BEGIN SOURCE DATA
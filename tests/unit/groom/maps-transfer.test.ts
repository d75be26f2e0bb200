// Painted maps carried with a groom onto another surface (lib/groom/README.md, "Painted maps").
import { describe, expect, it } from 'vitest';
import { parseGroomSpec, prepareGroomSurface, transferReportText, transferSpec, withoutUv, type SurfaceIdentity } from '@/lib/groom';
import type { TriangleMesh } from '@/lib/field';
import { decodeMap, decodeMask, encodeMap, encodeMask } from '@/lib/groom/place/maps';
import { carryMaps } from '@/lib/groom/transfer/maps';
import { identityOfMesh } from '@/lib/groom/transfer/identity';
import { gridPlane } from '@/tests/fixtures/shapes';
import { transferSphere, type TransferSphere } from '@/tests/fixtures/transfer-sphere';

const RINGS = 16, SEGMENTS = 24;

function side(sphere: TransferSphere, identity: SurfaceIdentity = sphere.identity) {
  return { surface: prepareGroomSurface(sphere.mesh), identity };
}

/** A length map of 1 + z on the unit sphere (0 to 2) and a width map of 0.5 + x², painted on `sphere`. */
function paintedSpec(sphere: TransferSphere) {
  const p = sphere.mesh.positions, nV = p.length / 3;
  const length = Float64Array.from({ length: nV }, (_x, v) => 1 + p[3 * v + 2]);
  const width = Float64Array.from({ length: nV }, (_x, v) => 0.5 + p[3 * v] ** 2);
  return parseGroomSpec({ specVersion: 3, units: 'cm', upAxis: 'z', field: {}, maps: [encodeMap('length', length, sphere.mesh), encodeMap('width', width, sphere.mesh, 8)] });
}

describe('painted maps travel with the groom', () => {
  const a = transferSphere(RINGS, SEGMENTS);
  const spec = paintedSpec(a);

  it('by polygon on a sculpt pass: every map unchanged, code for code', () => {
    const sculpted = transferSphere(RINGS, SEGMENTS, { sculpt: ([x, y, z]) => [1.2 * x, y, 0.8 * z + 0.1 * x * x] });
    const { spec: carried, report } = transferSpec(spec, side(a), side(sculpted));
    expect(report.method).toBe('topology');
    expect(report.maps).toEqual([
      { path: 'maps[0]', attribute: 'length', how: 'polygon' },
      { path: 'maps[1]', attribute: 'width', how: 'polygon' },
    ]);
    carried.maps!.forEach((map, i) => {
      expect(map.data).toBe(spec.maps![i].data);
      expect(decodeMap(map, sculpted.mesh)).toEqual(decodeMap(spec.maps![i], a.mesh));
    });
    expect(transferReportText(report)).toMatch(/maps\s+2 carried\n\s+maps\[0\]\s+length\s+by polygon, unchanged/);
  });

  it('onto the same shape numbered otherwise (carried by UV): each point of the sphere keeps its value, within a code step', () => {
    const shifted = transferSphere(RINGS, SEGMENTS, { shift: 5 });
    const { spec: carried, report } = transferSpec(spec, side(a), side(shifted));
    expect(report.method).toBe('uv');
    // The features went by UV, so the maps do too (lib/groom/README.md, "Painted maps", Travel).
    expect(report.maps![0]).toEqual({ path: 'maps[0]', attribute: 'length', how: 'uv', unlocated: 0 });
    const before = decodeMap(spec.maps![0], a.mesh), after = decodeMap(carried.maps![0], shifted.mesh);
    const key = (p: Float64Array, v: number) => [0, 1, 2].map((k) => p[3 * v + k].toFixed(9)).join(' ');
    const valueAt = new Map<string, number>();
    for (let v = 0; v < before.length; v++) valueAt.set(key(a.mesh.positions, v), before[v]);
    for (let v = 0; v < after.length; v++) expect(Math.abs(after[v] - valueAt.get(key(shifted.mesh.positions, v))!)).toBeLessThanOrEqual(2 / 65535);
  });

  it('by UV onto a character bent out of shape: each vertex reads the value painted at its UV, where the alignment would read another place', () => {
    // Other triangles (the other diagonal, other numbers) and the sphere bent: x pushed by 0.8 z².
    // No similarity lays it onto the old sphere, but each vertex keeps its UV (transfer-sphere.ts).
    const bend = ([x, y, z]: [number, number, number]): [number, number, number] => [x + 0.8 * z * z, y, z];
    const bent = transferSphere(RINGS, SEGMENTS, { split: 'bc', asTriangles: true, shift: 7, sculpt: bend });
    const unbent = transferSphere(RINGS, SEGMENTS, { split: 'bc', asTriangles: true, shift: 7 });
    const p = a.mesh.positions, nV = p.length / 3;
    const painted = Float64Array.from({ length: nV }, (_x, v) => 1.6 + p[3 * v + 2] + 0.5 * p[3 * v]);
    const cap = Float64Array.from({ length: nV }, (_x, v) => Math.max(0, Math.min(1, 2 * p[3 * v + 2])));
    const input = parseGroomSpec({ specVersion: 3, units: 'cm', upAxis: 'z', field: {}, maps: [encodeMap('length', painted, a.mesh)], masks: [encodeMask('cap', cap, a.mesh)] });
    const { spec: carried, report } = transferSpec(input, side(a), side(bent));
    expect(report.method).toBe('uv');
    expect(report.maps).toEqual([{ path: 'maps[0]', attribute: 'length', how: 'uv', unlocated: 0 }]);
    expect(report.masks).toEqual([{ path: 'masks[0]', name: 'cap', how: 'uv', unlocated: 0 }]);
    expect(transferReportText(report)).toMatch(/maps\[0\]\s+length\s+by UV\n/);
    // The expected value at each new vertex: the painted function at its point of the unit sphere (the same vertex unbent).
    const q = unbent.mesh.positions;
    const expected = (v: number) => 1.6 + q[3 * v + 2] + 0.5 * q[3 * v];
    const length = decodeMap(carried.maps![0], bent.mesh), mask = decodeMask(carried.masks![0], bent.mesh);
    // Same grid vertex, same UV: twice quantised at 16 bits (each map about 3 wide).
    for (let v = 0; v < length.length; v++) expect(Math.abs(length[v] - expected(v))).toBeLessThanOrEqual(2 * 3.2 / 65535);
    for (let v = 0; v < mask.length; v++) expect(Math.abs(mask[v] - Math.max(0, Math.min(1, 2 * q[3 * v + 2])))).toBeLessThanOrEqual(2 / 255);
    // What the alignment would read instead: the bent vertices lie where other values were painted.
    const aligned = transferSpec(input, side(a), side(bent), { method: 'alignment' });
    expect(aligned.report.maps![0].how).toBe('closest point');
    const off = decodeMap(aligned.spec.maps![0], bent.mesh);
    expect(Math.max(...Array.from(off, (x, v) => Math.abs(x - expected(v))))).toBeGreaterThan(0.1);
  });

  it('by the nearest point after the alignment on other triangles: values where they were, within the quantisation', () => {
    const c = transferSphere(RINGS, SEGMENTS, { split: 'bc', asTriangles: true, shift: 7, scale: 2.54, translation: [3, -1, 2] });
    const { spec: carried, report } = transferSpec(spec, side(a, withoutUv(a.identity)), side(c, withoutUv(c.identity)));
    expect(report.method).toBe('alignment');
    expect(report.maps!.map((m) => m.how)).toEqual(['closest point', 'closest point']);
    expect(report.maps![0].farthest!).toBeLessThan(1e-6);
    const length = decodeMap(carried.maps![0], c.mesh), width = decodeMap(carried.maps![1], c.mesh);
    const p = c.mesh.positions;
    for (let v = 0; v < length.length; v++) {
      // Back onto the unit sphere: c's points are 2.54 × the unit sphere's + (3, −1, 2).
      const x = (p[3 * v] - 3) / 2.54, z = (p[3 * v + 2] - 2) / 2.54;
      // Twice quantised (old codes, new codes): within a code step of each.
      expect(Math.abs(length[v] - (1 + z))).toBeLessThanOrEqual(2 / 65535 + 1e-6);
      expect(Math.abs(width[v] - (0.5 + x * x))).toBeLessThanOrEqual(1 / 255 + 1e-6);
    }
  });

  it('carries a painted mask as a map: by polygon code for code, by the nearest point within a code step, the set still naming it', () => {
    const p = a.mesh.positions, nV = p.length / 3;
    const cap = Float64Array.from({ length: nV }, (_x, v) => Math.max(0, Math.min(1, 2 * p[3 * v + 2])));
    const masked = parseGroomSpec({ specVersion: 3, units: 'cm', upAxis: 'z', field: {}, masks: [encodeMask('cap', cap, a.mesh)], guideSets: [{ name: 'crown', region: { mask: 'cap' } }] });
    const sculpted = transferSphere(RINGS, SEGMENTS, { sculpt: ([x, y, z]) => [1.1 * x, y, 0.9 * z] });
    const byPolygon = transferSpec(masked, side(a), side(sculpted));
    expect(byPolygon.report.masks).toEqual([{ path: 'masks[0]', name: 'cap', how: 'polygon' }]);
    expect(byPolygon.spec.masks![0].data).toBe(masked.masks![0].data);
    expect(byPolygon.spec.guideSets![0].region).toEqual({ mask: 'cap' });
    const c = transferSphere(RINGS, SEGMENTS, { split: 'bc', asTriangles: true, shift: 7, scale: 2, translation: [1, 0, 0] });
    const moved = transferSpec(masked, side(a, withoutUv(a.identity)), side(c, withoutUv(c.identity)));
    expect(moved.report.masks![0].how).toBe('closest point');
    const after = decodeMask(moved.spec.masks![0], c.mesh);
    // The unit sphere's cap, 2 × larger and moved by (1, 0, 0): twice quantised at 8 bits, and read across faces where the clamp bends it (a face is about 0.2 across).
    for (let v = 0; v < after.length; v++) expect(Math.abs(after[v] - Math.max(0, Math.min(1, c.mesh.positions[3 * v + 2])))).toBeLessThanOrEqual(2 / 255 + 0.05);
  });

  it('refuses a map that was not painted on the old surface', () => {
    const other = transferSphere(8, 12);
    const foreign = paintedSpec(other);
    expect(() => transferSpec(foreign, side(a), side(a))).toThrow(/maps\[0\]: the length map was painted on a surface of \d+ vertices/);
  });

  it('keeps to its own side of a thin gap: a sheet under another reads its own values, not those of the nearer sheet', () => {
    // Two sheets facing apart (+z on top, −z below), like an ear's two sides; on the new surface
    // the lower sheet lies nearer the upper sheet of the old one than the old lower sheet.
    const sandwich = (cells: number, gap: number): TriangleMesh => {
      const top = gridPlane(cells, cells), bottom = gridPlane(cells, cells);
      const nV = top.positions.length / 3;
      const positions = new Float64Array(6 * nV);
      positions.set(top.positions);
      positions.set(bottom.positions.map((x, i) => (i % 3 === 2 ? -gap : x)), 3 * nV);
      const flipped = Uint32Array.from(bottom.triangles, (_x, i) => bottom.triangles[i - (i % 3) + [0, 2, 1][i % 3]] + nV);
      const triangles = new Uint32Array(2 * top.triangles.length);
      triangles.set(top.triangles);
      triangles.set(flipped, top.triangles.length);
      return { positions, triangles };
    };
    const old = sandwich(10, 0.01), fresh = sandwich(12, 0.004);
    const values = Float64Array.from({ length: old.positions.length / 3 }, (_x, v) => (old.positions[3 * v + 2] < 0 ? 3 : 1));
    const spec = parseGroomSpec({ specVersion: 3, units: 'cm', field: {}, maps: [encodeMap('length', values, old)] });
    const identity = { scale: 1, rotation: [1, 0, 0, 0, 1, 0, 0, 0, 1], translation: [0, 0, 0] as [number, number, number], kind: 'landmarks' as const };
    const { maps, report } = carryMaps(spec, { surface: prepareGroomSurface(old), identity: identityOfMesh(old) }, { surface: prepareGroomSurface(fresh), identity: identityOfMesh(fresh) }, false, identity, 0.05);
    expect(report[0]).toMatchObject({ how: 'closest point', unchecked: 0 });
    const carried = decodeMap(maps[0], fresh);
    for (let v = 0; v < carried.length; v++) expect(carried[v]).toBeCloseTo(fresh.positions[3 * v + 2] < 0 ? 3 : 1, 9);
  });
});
END SOURCE DATA
WORK TO COMPLETE
From the records above, reproduce exactly the lines from the one with "carried.maps!.forEach((map, i) =>" to the one with "its UV (transfer-sphere.ts).", both included, and no others.

TASK RESPONSE
    carried.maps!.forEach((map, i) => {
      expect(map.data).toBe(spec.maps![i].data);
      expect(decodeMap(map, sculpted.mesh)).toEqual(decodeMap(spec.maps![i], a.mesh));
    });
    expect(transferReportText(report)).toMatch(/maps\s+2 carried\n\s+maps\[0\]\s+length\s+by polygon, unchanged/);
  });

  it('onto the same shape numbered otherwise (carried by UV): each point of the sphere keeps its value, within a code step', () => {
    const shifted = transferSphere(RINGS, SEGMENTS, { shift: 5 });
    const { spec: carried, report } = transferSpec(spec, side(a), side(shifted));
    expect(report.method).toBe('uv');
    // The features went by UV, so the maps do too (lib/groom/README.md, "Painted maps", Travel).
    expect(report.maps![0]).toEqual({ path: 'maps[0]', attribute: 'length', how: 'uv', unlocated: 0 });
    const before = decodeMap(spec.maps![0], a.mesh), after = decodeMap(carried.maps![0], shifted.mesh);
    const key = (p: Float64Array, v: number) => [0, 1, 2].map((k) => p[3 * v + k].toFixed(9)).join(' ');
    const valueAt = new Map<string, number>();
    for (let v = 0; v < before.length; v++) valueAt.set(key(a.mesh.positions, v), before[v]);
    for (let v = 0; v < after.length; v++) expect(Math.abs(after[v] - valueAt.get(key(shifted.mesh.positions, v))!)).toBeLessThanOrEqual(2 / 65535);
  });

  it('by UV onto a character bent out of shape: each vertex reads the value painted at its UV, where the alignment would read another place', () => {
    // Other triangles (the other diagonal, other numbers) and the sphere bent: x pushed by 0.8 z².
    // No similarity lays it onto the old sphere, but each vertex keeps its UV (transfer-sphere.ts).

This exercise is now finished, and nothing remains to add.